There are some limitations to the present study. First, the number of subjects in our study was limited to that of the primary PET study, which resulted in a relatively small sample size. This might specifically have affected the analysis on S100B levels as measurements of samples from five subjects provided values below a reliably detectable level. To limit the effect on power, the data was also analyzed using a linear mixed model with time and treatment group as fixed effects and subject as random effect. However, this did not alter our conclusions. Secondly, the time frame of measurement after intervention might increase heterogeneity of the samples while the number of measurement occasions was limited to two time points.

Conclusion

Taken together, our findings add up to results from previous studies which did not show a critical role for increased plasma mBDNF for the sustained antidepressant effect of ketamine in MDD patients. Early changes of plasma mBDNF levels might predict the likelihood of the sustained antidepressant response to ketamine treatment, however, this should be further studied. No significant effect of ketamine administration on S100B levels and no association with treatment response was seen.

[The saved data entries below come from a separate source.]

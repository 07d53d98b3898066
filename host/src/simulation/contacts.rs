//! Contacts that bounce: interlock loops, mirror contacts, the button.

use std::collections::VecDeque;

use rand::RngExt;
use rand_chacha::ChaCha8Rng;
use ringvolt_protocol::Line;

/// One contact as the controller's pin sees it.
#[derive(Clone, Debug)]
pub struct Contact {
    line: Line,
    /// Longest bounce, nanoseconds.
    bounce_ns: i64,
    rng: ChaCha8Rng,
    active: bool,
    pending: VecDeque<(i64, bool)>,
}

impl Contact {
    /// A contact at rest.
    pub(super) fn new(line: Line, active: bool, bounce_ns: i64, rng: ChaCha8Rng) -> Self {
        Self { line, bounce_ns, rng, active, pending: VecDeque::new() }
    }

    /// Which line.
    pub const fn line(&self) -> Line {
        self.line
    }

    /// The level at the last time that was asked for.
    pub const fn is_active(&self) -> bool {
        self.active
    }

    /// Moves the contact: it touches and parts a few times before it rests.
    pub(super) fn change(&mut self, now_ns: i64, active: bool) {
        // What was still bouncing from before is cut short.
        self.pending.retain(|(time, _)| *time <= now_ns);
        let resting = self.pending.back().map_or(self.active, |(_, level)| *level);
        if resting == active {
            return;
        }
        self.pending.push_back((now_ns, active));
        let bounces = self.rng.random_range(1..6);
        let mut times: Vec<i64> = (0..2 * bounces).map(|_| now_ns + self.rng.random_range(1..self.bounce_ns)).collect();
        times.sort_unstable();
        times.dedup();
        if times.len() % 2 == 1 {
            times.pop();
        }
        for (index, time) in times.into_iter().enumerate() {
            self.pending.push_back((time, (index % 2 == 1) == active));
        }
    }

    /// Takes the next edge up to `until_ns`.
    pub(super) fn next_edge(&mut self, until_ns: i64) -> Option<(i64, bool)> {
        let edge = *self.pending.front().filter(|(time, _)| *time <= until_ns)?;
        self.pending.pop_front();
        self.active = edge.1;
        Some(edge)
    }
}

#[cfg(test)]
mod tests {
    use rand::SeedableRng;

    use super::*;

    fn edges(contact: &mut Contact) -> Vec<(i64, bool)> {
        std::iter::from_fn(|| contact.next_edge(i64::MAX)).collect()
    }

    #[test]
    fn a_contact_bounces_and_comes_to_rest() {
        let mut contact = Contact::new(Line::LoopA, true, 3_000_000, ChaCha8Rng::seed_from_u64(2));
        for (round, active) in [false, true, false, true].into_iter().enumerate() {
            let at = round as i64 * 1_000_000_000;
            contact.change(at, active);
            let edges = edges(&mut contact);
            assert!(edges.len() >= 3 && edges.len() % 2 == 1, "{edges:?}");
            assert_eq!(edges[0], (at, active));
            assert!(edges.windows(2).all(|two| two[0].0 < two[1].0 && two[0].1 != two[1].1), "{edges:?}");
            assert!(edges.last().unwrap().0 < at + 3_000_000);
            assert_eq!(contact.is_active(), active);
        }
    }

    #[test]
    fn moving_it_where_it_is_changes_nothing() {
        let mut contact = Contact::new(Line::Button, false, 3_000_000, ChaCha8Rng::seed_from_u64(2));
        contact.change(5, false);
        assert!(edges(&mut contact).is_empty());
    }

    #[test]
    fn a_change_cuts_a_bounce_short() {
        let mut contact = Contact::new(Line::LoopB, true, 3_000_000, ChaCha8Rng::seed_from_u64(4));
        contact.change(0, false);
        contact.change(1, true);
        let edges = edges(&mut contact);
        assert_eq!(edges[..2], [(0, false), (1, true)]);
        assert!(contact.is_active());
    }
}
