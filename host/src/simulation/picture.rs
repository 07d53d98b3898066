//! Frames as files: PNG with the EXIF tags a camera would write, under a temporary name until it is whole.

use std::{fs, io::Cursor, path::Path};

use exif::{Field, In, Rational, Tag, Value, experimental::Writer};
use image::{ExtendedColorType, ImageEncoder, codecs::png::PngEncoder};
use thiserror::Error;

/// Why a frame could not be written.
#[derive(Debug, Error)]
#[error("the frame {path} could not be written ({why}): check the disk")]
pub struct PictureFault {
    path: String,
    why: String,
}

/// What the camera writes into a frame beside the picture.
#[derive(Clone, Copy, Debug, PartialEq)]
pub struct Tags {
    /// Start of the exposure as the camera states it, UTC nanoseconds.
    pub start_utc_ns: i64,
    /// Exposure, seconds.
    pub exposure_seconds: f64,
}

/// Writes one 8-bit grey picture as `folder/name.png`.
///
/// # Errors
/// With the file and what the system said.
pub fn write_picture(
    folder: &Path,
    name: &str,
    size: (u32, u32),
    grey: &[u8],
    tags: &Tags,
) -> Result<(), PictureFault> {
    let path = folder.join(format!("{name}.png"));
    let fault = |why: String| PictureFault { path: path.display().to_string(), why };
    let mut bytes = Vec::new();
    let mut encoder = PngEncoder::new(&mut bytes);
    if let Some(block) = exif_block(tags) {
        encoder.set_exif_metadata(block).map_err(|error| fault(error.to_string()))?;
    }
    encoder.write_image(grey, size.0, size.1, ExtendedColorType::L8).map_err(|error| fault(error.to_string()))?;
    let unfinished = folder.join(format!(".{name}.part"));
    fs::write(&unfinished, &bytes).map_err(|error| fault(error.to_string()))?;
    fs::rename(&unfinished, &path).map_err(|error| fault(error.to_string()))
}

fn exif_block(tags: &Tags) -> Option<Vec<u8>> {
    let time = jiff::Timestamp::from_nanosecond(i128::from(tags.start_utc_ns)).ok()?;
    let civil = jiff::tz::Offset::UTC.to_datetime(time);
    let ascii =
        |tag: Tag, text: String| Field { tag, ifd_num: In::PRIMARY, value: Value::Ascii(vec![text.into_bytes()]) };
    let date = format!(
        "{:04}:{:02}:{:02} {:02}:{:02}:{:02}",
        civil.year(),
        civil.month(),
        civil.day(),
        civil.hour(),
        civil.minute(),
        civil.second()
    );
    let microseconds = (tags.exposure_seconds * 1e6).round().clamp(1.0, 4e9) as u32;
    let fields = [
        ascii(Tag::ImageDescription, "SIMULATED".to_owned()),
        ascii(Tag::DateTimeOriginal, date),
        ascii(Tag::SubSecTimeOriginal, format!("{:06}", civil.subsec_nanosecond() / 1_000)),
        ascii(Tag::OffsetTimeOriginal, "+00:00".to_owned()),
        Field {
            tag: Tag::ExposureTime,
            ifd_num: In::PRIMARY,
            value: Value::Rational(vec![Rational { num: microseconds, denom: 1_000_000 }]),
        },
    ];
    let mut writer = Writer::new();
    fields.iter().for_each(|field| writer.push_field(field));
    let mut block = Cursor::new(Vec::new());
    writer.write(&mut block, false).ok()?;
    Some(block.into_inner())
}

Data Availability Statement

The individual data underlying the results presented in this article are not readily available due to EU legislation and the available ethical permit for this study. This study was part of a larger study, in which participants did not provide informed consent on data sharing. Requests for information on other aspects of the study, such as analysis protocols, can be directed to the corresponding author.

Ethics Statement

The studies involving human participants were reviewed and approved by the Regional Ethical Review Board in Stockholm. The patients/participants provided their written informed consent to participate in this study.

Author Contributions

HJ and EV planned and performed the experimental work and analyses. HJ wrote the first draft of the manuscript and EV performed the secondary writing and editing. PS and JL managed study design. MT and C-JE were responsible for recruitment and examination of the patients. All authors contributed to and have approved the final manuscript.

Conflict of Interest

The authors declare that the research was conducted in the absence of any commercial or financial relationships that could be construed as a potential conflict of interest.